Hey, what fish doesn’t like a crab? They wouldn’t get any lump meat, even much claw meat, but there are all those other goodies not utilized in the human market. In addition, the scent is a prime motivation for tempting fish.

Of course the secret would be to cool and freeze the waste as soon as the crustaceans are processed for humans. But that shouldn’t be too much of a problem, seeing it’s done with ground up menhaden for chum for rock, blues and other species.

This concept, too, might take some of the pressure off menhaden, those oily fish that appear to be having problems all along the coast. Hundreds of tons of menhaden, whole or ground, are sold to Chesapeake sportsfishermen annually, and the demand for them and the fancy prices involved prompts the commercial fleets to net more and more.

As I said, just a thought.

Blue Crab Futures

Incidentally, the outlook for crabs appears fairly good for ’00. Fair to good numbers of legal crabs are being caught, and an awful lot of small ones, which is another good sign. Most of those small crabs will be of table size by summer’s end.

Only trouble is that we’re cautioned we won’t see prices drop much. The demand is strong, and prices drop only when it isn’t.

The much talked-about foreign imports don’t seem to be prompting lower prices for Bay crabs. Not that much competition, says my crab guru Joe Bernard of Wye River Seafood, specializing in soups and spices for the crab market.
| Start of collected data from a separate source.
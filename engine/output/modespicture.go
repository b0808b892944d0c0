package output

import (
	"fmt"
	"image/color"
	"io"
	"math"
	"math/cmplx"
	"strconv"

	"gonum.org/v1/plot"
	"gonum.org/v1/plot/plotter"
	"gonum.org/v1/plot/vg"
	"gonum.org/v1/plot/vg/draw"
	"gonum.org/v1/plot/vg/vgimg"
	"gonum.org/v1/plot/vg/vgsvg"

	"islet/engine/modes"
)

// Sheet is a picture of one or two plots side by side that isn't about time:
// eigenvalues, a root locus, a response.
type Sheet struct {
	// Name is the file's name without its ending.
	Name  string
	plots []*plot.Plot
}

const (
	sheetPlot   = 15 * vg.Centimeter
	sheetHeight = 12 * vg.Centimeter
)

func (s *Sheet) draw(dc draw.Canvas) {
	each := (dc.Max.X - dc.Min.X) / vg.Length(len(s.plots))
	for i, p := range s.plots {
		area := dc
		area.Min.X = dc.Min.X + vg.Length(i)*each + 0.2*vg.Centimeter
		area.Max.X = area.Min.X + each - 0.6*vg.Centimeter
		area.Min.Y, area.Max.Y = dc.Min.Y+0.2*vg.Centimeter, dc.Max.Y-0.2*vg.Centimeter
		p.Draw(area)
	}
}

// WriteSVG writes the picture as SVG.
func (s *Sheet) WriteSVG(w io.Writer) error {
	c := vgsvg.New(sheetPlot*vg.Length(len(s.plots)), sheetHeight)
	s.draw(draw.New(c))
	_, err := c.WriteTo(w)
	return err
}

// WritePNG writes the picture as PNG at 96 dots an inch.
func (s *Sheet) WritePNG(w io.Writer) error {
	c := vgimg.New(sheetPlot*vg.Length(len(s.plots)), sheetHeight)
	dc := draw.New(c)
	dc.SetColor(color.White)
	dc.Fill(dc.Rectangle.Path())
	s.draw(dc)
	_, err := (vgimg.PngCanvas{Canvas: c}).WriteTo(w)
	return err
}

// bothLog is an axis that is logarithmic to both sides of a linear stretch from
// -1 to 1, for eigenvalues of a dozen magnitudes and either sign.
type bothLog struct{}

func bend(x float64) float64 { return math.Copysign(math.Log10(1+math.Abs(x)), x) }

// Normalize implements plot.Normalizer.
func (bothLog) Normalize(min, max, x float64) float64 {
	return (bend(x) - bend(min)) / (bend(max) - bend(min))
}

// Ticks implements plot.Ticker.
func (bothLog) Ticks(min, max float64) []plot.Tick {
	var out []plot.Tick
	for _, sign := range []float64{-1, 1} {
		for e := 0; e <= 12; e++ {
			v := sign * math.Pow(10, float64(e))
			if v < min || v > max {
				continue
			}
			label := strconv.FormatFloat(v, 'g', 3, 64)
			if e%2 == 1 && bend(max)-bend(min) > 6 {
				label = "" // too many to name
			}
			out = append(out, plot.Tick{Value: v, Label: label})
		}
	}
	if min <= 0 && max >= 0 {
		out = append(out, plot.Tick{Value: 0, Label: "0"})
	}
	return out
}

func newPlot(title, x, y string) *plot.Plot {
	p := plot.New()
	p.Title.Text, p.X.Label.Text, p.Y.Label.Text = title, x, y
	p.Title.TextStyle.Font.Size = 12
	p.X.Tick.Marker, p.Y.Tick.Marker = ticks{}, ticks{}
	g := plotter.NewGrid()
	g.Horizontal.Color, g.Vertical.Color = color.RGBA{235, 235, 235, 255}, color.RGBA{235, 235, 235, 255}
	p.Add(g)
	p.Legend.Top, p.Legend.Left = true, true
	p.Legend.TextStyle.Font.Size = 9
	return p
}

// widen leaves room around what an axis shows; equal ends get some.
func widen(a *plot.Axis, least float64) {
	if a.Max-a.Min < least {
		mid := (a.Max + a.Min) / 2
		a.Min, a.Max = mid-least/2, mid+least/2
	}
	pad := 0.06 * (a.Max - a.Min)
	a.Min, a.Max = a.Min-pad, a.Max+pad
}

// NamedReport is a report with the name it has in a picture.
type NamedReport struct {
	Name   string
	Report *modes.Report
}

// Eigenvalues draws the eigenvalues of one or more reports in the complex plane:
// all of them on axes that are logarithmic to both sides, and those near the
// imaginary axis on linear ones.
func Eigenvalues(list ...NamedReport) (*Sheet, error) {
	whole := newPlot("eigenvalues", "real part, 1/s (logarithmic)", "imaginary part, 1/s (logarithmic)")
	near := newPlot("near the imaginary axis", "real part, 1/s", "imaginary part, 1/s")
	whole.X.Scale, whole.Y.Scale = bothLog{}, bothLog{}
	whole.X.Tick.Marker, whole.Y.Tick.Marker = bothLog{}, bothLog{}
	const reach = 100.0 // real parts of the second plot start at minus this
	shapes := []draw.GlyphDrawer{draw.CrossGlyph{}, draw.RingGlyph{}, draw.PlusGlyph{}, draw.BoxGlyph{}}
	whole.X.Min, whole.X.Max = -1, 1
	for i, r := range list {
		var all, some plotter.XYs
		for k := range r.Report.Modes {
			v := r.Report.Modes[k].Value
			for _, z := range []complex128{v, cmplx.Conj(v)} {
				all = append(all, plotter.XY{X: real(z), Y: imag(z)})
				if real(z) >= -reach {
					some = append(some, plotter.XY{X: real(z), Y: imag(z)})
				}
				if imag(v) == 0 {
					break
				}
			}
		}
		for k, xy := range []plotter.XYs{all, some} {
			if len(xy) == 0 {
				continue
			}
			s, err := plotter.NewScatter(xy)
			if err != nil {
				return nil, fmt.Errorf("output: eigenvalues of %s: %w", r.Name, err)
			}
			s.Color, s.Shape, s.Radius = palette[i%len(palette)], shapes[i%len(shapes)], vg.Points(3.5)
			p := []*plot.Plot{whole, near}[k]
			p.Add(s)
			if r.Name != "" {
				p.Legend.Add(r.Name, s)
			}
		}
	}
	whole.X.Max = math.Max(whole.X.Max, 1)
	axis := plotter.NewFunction(func(float64) float64 { return 0 })
	axis.Color = color.RGBA{150, 150, 150, 255}
	for _, p := range []*plot.Plot{whole, near} {
		p.X.Max = math.Max(p.X.Max, 0)
		v, err := plotter.NewLine(plotter.XYs{{X: 0, Y: p.Y.Min}, {X: 0, Y: p.Y.Max}})
		if err != nil {
			return nil, err
		}
		v.Color = color.RGBA{150, 150, 150, 255}
		p.Add(v)
	}
	widen(&near.X, 1)
	widen(&near.Y, 1)
	whole.X.Min, whole.Y.Min, whole.Y.Max = 1.6*whole.X.Min, 1.6*math.Min(whole.Y.Min, -1), 1.6*math.Max(whole.Y.Max, 1)
	return &Sheet{Name: "eigenvalues", plots: []*plot.Plot{whole, near}}, nil
}

// RootLocus draws the branches of a locus near the imaginary axis, from circle to
// cross, and the rightmost real part over the parameter.
func RootLocus(parameter string, l *modes.Locus) (*Sheet, error) {
	plane := newPlot("root locus: from circle to cross", "real part, 1/s", "imaginary part, 1/s")
	edge := newPlot("rightmost mode", parameter, "real part, 1/s")
	// Show what comes within a few times the distance at which the rightmost
	// modes are.
	span := 0.0
	var right plotter.XYs
	for _, p := range l.Points {
		if p.Report == nil {
			continue
		}
		if m := p.Report.Rightmost(); m != nil {
			span = math.Max(span, math.Abs(real(m.Value)))
			right = append(right, plotter.XY{X: p.Value, Y: real(m.Value)})
		}
	}
	span = math.Max(4*span, 20)
	shown := 0
	for _, b := range l.Branches {
		var xy plotter.XYs
		inside := false
		for _, z := range b {
			if cmplx.IsNaN(z) {
				continue
			}
			inside = inside || real(z) > -span
			xy = append(xy, plotter.XY{X: real(z), Y: imag(z)})
		}
		if !inside || len(xy) == 0 {
			continue
		}
		c := palette[shown%len(palette)]
		shown++
		line, err := plotter.NewLine(xy)
		if err != nil {
			return nil, fmt.Errorf("output: root locus: %w", err)
		}
		line.Color, line.Width = c, vg.Points(1.2)
		plane.Add(line)
		for k, end := range []plotter.XY{xy[0], xy[len(xy)-1]} {
			s, err := plotter.NewScatter(plotter.XYs{end})
			if err != nil {
				return nil, err
			}
			s.Color, s.Radius, s.Shape = c, vg.Points(3.5), draw.RingGlyph{}
			if k == 1 {
				s.Shape = draw.CrossGlyph{}
			}
			plane.Add(s)
		}
	}
	plane.X.Min = math.Max(plane.X.Min, -span)
	plane.X.Max = math.Max(plane.X.Max, 0)
	axis, err := plotter.NewLine(plotter.XYs{{X: 0, Y: plane.Y.Min}, {X: 0, Y: plane.Y.Max}})
	if err != nil {
		return nil, fmt.Errorf("output: root locus: %w", err)
	}
	axis.Color = color.RGBA{150, 150, 150, 255}
	plane.Add(axis)
	widen(&plane.X, 1)
	widen(&plane.Y, 1)
	if len(right) > 0 {
		line, pts, err := plotter.NewLinePoints(right)
		if err != nil {
			return nil, err
		}
		line.Color, pts.Color, pts.Radius = palette[0], palette[0], vg.Points(2)
		edge.Add(line, pts)
		zero, err := plotter.NewLine(plotter.XYs{{X: right[0].X, Y: 0}, {X: right[len(right)-1].X, Y: 0}})
		if err != nil {
			return nil, err
		}
		zero.Color = color.RGBA{150, 150, 150, 255}
		edge.Add(zero)
	}
	widen(&edge.Y, 1e-3)
	return &Sheet{Name: "root-locus", plots: []*plot.Plot{plane, edge}}, nil
}

// FrequencyCurve is a complex quantity over frequency.
type FrequencyCurve struct {
	Name string
	H    []complex128
}

// cutAtWraps cuts a curve of phases, in degrees, where it leaves the picture at one
// edge and comes back at the other.
func cutAtWraps(xy plotter.XYs) []plotter.XYs {
	var runs []plotter.XYs
	from := 0
	for k := 1; k < len(xy); k++ {
		if math.Abs(xy[k].Y-xy[k-1].Y) > 180 {
			runs, from = append(runs, xy[from:k]), k
		}
	}
	return append(runs, xy[from:])
}

// FrequencyPlot draws magnitude and phase of curves over frequency, Hz.
func FrequencyPlot(name, title, unit string, hz []float64, curves []FrequencyCurve) (*Sheet, error) {
	mag := newPlot(title, "frequency in the rotating frame, Hz", "magnitude, "+unit)
	arg := newPlot("phase", "frequency in the rotating frame, Hz", "degrees")
	mag.X.Scale, arg.X.Scale, mag.Y.Scale = plot.LogScale{}, plot.LogScale{}, plot.LogScale{}
	mag.X.Tick.Marker, arg.X.Tick.Marker, mag.Y.Tick.Marker = plot.LogTicks{Prec: -1}, plot.LogTicks{Prec: -1}, plot.LogTicks{Prec: -1}
	for i, c := range curves {
		var m, a plotter.XYs
		for k, f := range hz {
			if h := cmplx.Abs(c.H[k]); h > 0 && f > 0 {
				m = append(m, plotter.XY{X: f, Y: h})
				a = append(a, plotter.XY{X: f, Y: cmplx.Phase(c.H[k]) * 180 / math.Pi})
			}
		}
		if len(m) == 0 {
			continue
		}
		for k, runs := range [][]plotter.XYs{{m}, cutAtWraps(a)} {
			p := []*plot.Plot{mag, arg}[k]
			for n, xy := range runs {
				line, err := plotter.NewLine(xy)
				if err != nil {
					return nil, fmt.Errorf("output: %s: %w", c.Name, err)
				}
				line.Color, line.Width = palette[i%len(palette)], vg.Points(1.2)
				p.Add(line)
				if n == 0 {
					p.Legend.Add(c.Name, line)
				}
			}
		}
	}
	if math.IsInf(mag.X.Min, 1) {
		return nil, fmt.Errorf("output: %s: nothing to draw: all magnitudes are zero", title)
	}
	if mag.Y.Max <= mag.Y.Min {
		mag.Y.Min, mag.Y.Max = mag.Y.Min/2, mag.Y.Max*2
	}
	arg.Y.Min, arg.Y.Max = -180, 180
	arg.Y.Tick.Marker = plot.ConstantTicks{{Value: -180, Label: "-180"}, {Value: -90, Label: "-90"}, {Value: 0, Label: "0"}, {Value: 90, Label: "90"}, {Value: 180, Label: "180"}}
	mag.Legend.Left, arg.Legend.Left = false, false
	return &Sheet{Name: name, plots: []*plot.Plot{mag, arg}}, nil
}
In Joe’s carryout business at his big shop on Route 50 in Queenstown, people want blue crabs, especially those from the Bay, he says, and they are willing to pay the price. So he stays with them, though he can sell imports cooked up for crab dishes not far from the price he pays wholesale for domestic crabs.

Though the lumps are bigger in imported crabs, the flavor can’t match our Chesapeake blues, reports Joe, who adds there are also concerns about sanitary conditions in packing houses from Mexico to India and China.

I’m a booster of Bay products, but I’ll admit to enjoying the imports following an introduction to them via my son-in-law Jon, who cooked me up a batch of crabcakes involving them recently.

They were among the best I’ve ever had — what big lumps of white meat, and spices brought out a flavor hard to match. When I asked Jon why the South County restaurant where he is chief chef used imports, his answer was:

“I originally bought them when domestic crabmeat wasn’t available, put them on the menu and they sold well. Soon as I could get our crabs, I started cooking them again in crabcakes and other dishes — and customers complained. They wanted those big white lumps.”

So, is a crab, a crab, a crab, regardless of where it comes from? Only you can decide. Enough said …

You Answered?

A mind is a terrible thing to waste.

Further fame came when the motto was transformed into these words: “What a waste it is to lose one’s mind, or not to have a mind is very wasteful.” From a speech given to the United Negro College Fund, May of 1989. The speaker: J. Danforth Quayle, vice president of the United States.